Stacia cowered in a confined place, in the dark. Her little body shaking in her pajamas, the ones Elena had helped her into just a little while ago, the pink ones with the fluffy white sheep, each of them wearing a number, dancing on them. She’d taught Stacia to recognize numbers by pointing to them on those pajamas.
Where was her baby? Elena had to know. She closed her eyes, trying to focus on the vision, but the shadows thickened, obscuring everything but Stacia, lying alone in that tight, dark place but for her teddy bear, the fluffy white one that was so hard to keep clean Elena had to sneak it into the washing machine when Stacia was sleeping. Why was her baby alone in the dark? Stacia was terrified of the dark.
Elena hadn’t had a dream or vision of Stacia in so long, not since the one of her being born. Why now? Was Stacia in danger?
The pain intensified, hammering at Elena’s temples with such force that her knees weakened. As she swayed on her feet, strong hands closed over her shoulders, steadying her. But she couldn’t feel the touch, nor could she hear anything for the roar of fear in her ears, rushing through her pulsing veins.

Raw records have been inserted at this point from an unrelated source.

"""Checked query + plan -> one DuckDB SQL statement with bound parameters.

Safety: every value from the query text becomes a ``$n`` parameter; the only identifiers
in the SQL are catalog names (layers, columns), double-quoted, and aliases the compiler
generates itself.  Result columns get generated names (``c0``, ``c1``, ...) and are renamed
after execution, so not even a variable name reaches the SQL text.

Definitions the SQL implements (the user-facing semantics):

* Spans are half-open ``[start, end)`` on the global character line.  ``a inside b``:
  ``b.start <= a.start and a.end <= b.end``; a zero-width node at point p is therefore inside
  every span with ``start <= p <= end`` (a pause right after the last word of a sentence is
  inside that sentence).  ``overlaps`` means sharing at least one character, so a zero-width
  node overlaps nothing.  A node is never inside, overlapping or the same span as itself.
* ``a precedes b``: both in one document, ``a.end <= b.start and a.start < b.end`` (two
  points at the same place precede neither way).  Inside/overlaps/same span need no
  document test: documents never share a character of the global line.
* Distance bounds (querylang/bounds.py): ``a precedes b by at least L and at most H UNIT``
  is ``a precedes b and L <= distance(a, b) <= H`` in that unit; as a precedes b this is
  ``b.start - a.end`` in chars and ``b.first - a.last - 1`` in words/tokens (ordinals), so
  ``by at most 0 words`` is adjacency and a gap equal to a bound is inside it.  ``a before b
  by at least L and at most H`` (ms, s) is Allen's ``before`` and
  ``L <= b.t_start - a.t_end <= H``; ``after`` the same with a and b swapped.
* ``in the same sentence``: ``a.sent = b.sent`` (the sentence of each node, as the hit
  table's ``v.sentence`` names it); a node without one has no pair.
* ``distance(a, b)``: the number of words (``tokens``/``chars`` with that unit) strictly
  between the two nodes; 0 when adjacent or overlapping; no value for nodes of different
  documents.  Words and tokens are counted
  with the ordinals of the words each node covers (``word_first``..``word_last``), so a node
  covering no word (a zero-width point without ordinals) has no distance in words.
* ``directly precedes``: in one document, for two nodes of one token layer
  ``b.ord = a.ord + 1``; otherwise ``a`` precedes ``b`` and no token of the shared token
  layer lies between them (``b.first = a.last + 1`` in that layer's ordinals).
* With a CoNLL-U empty node on either side, ``directly precedes`` follows the file's line
  order (querylang/line_order.py): word k, then k.1, k.2, ..., then word k+1.
* ``a under b`` (tree columns): ``b.pre < a.pre and a.post < b.post``; ``at depth lo..hi``
  bounds ``a.depth - b.depth``.  ``a under b via E``: b is reached from a by following
  edges of the set E from ``src`` to ``dst`` (dependent -> head) one or more times, so b is
  an ancestor of a in E's graph, which may be a DAG or have cycles; a node is never under
  itself.  ``at depth lo..hi`` bounds the edges of the shortest such walk; ``as "L"`` walks
  only edges labelled exactly L.  ``above`` is the inverse.  Recursive SQL, not networkx:
  it was 2-20x faster on the open treebank (benchmarks/walks.py).
* ``in every reading``: the nodes of a layer with readings come from one reading of one
  sentence (as with ``in the same reading``), and a hit is kept when every reading of that
  sentence has a hit with the same other nodes and, on that layer, nodes of the same spans and
  labels: ``pp child of vp in every reading`` keeps a PP under a VP of the same span and label
  in each reading, not one whose VP exists only in some.
* Time: Allen's (1983) thirteen relations over ``[t_start, t_end]``, only between nodes of
  the same document (each document has its own recording clock).  ``give or take T`` is a
  tolerance on Allen's relations: two end points are equal when they differ by at most T,
  and one is before the other when it is more than T earlier.  A node never meets, is met
  by or equals itself (with a tolerance as long as it, or at zero duration, it would).  Two relations of our own, not strict:
  ``a inside b in time`` is ``b.t_start <= a.t_start and a.t_end <= b.t_end`` (edges may
  coincide), ``a shares time with b`` is ``a.t_start < b.t_end and b.t_start < a.t_end``.
  Times are whole microseconds (exact integers); ``gap(a, b) = b.t_start - a.t_end``, and
  the hit table shows times in seconds (``to_seconds``).
"""
from __future__ import annotations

Inside her head, in the vision, hands came out of the shadows, big hands reaching for Stacia, closing around her thin arms, dragging her out of her hiding place.
The muscles in Elena’s stomach clenched. Why had Stacia been hiding? Where was Stacia? Who was reaching for her?
Stacia’s blue eyes widened with fear, and she twisted in the grasp of the unknown man. But the hands only tightened, squeezing her delicate little arms until her mouth opened in a cry of pain.
“No!” Elena yelled, overcome with the need to protect her child.
The hands on Elena’s shoulders gripped harder, shaking her. “What the hell’s going on? What’s wrong?” Joseph shouted his questions, as if he’d asked before and been ignored. Undoubtedly he wasn’t used to being ignored.
Elena blinked open her eyes and stared up into his face, his brow furrowed in confusion. Choked with fear, all she could do was whisper, “Stacia…”
“She’s upstairs, right? Asleep?” he asked, his concern vibrating in his voice.
Elena drew in a deep breath, trying to calm herself. Her visions were of the future, not the present. And they didn’t always come true. If they did, Ariel wouldn’t still be alive. Stacia was fine. Her pulse leapt as she added her next thought. Now.
“I put her to bed,” she told Joseph and reminded herself. “She was in bed.”
“Then she’s still in bed,” Joseph assured her, as he studied her intently.
No one had ever witnessed Elena having a vision before. She’d been careful to conceal them while awake, even if she’d had to rush from a room during the middle of a conversation, and if a dream had interrupted her sleep, she’d insisted it was just a dream.
“Everything’s fine,” Joseph insisted, so eerily calm and reassuring that he unsettled her as much as the vision. Nobody had ever offered her such solid support.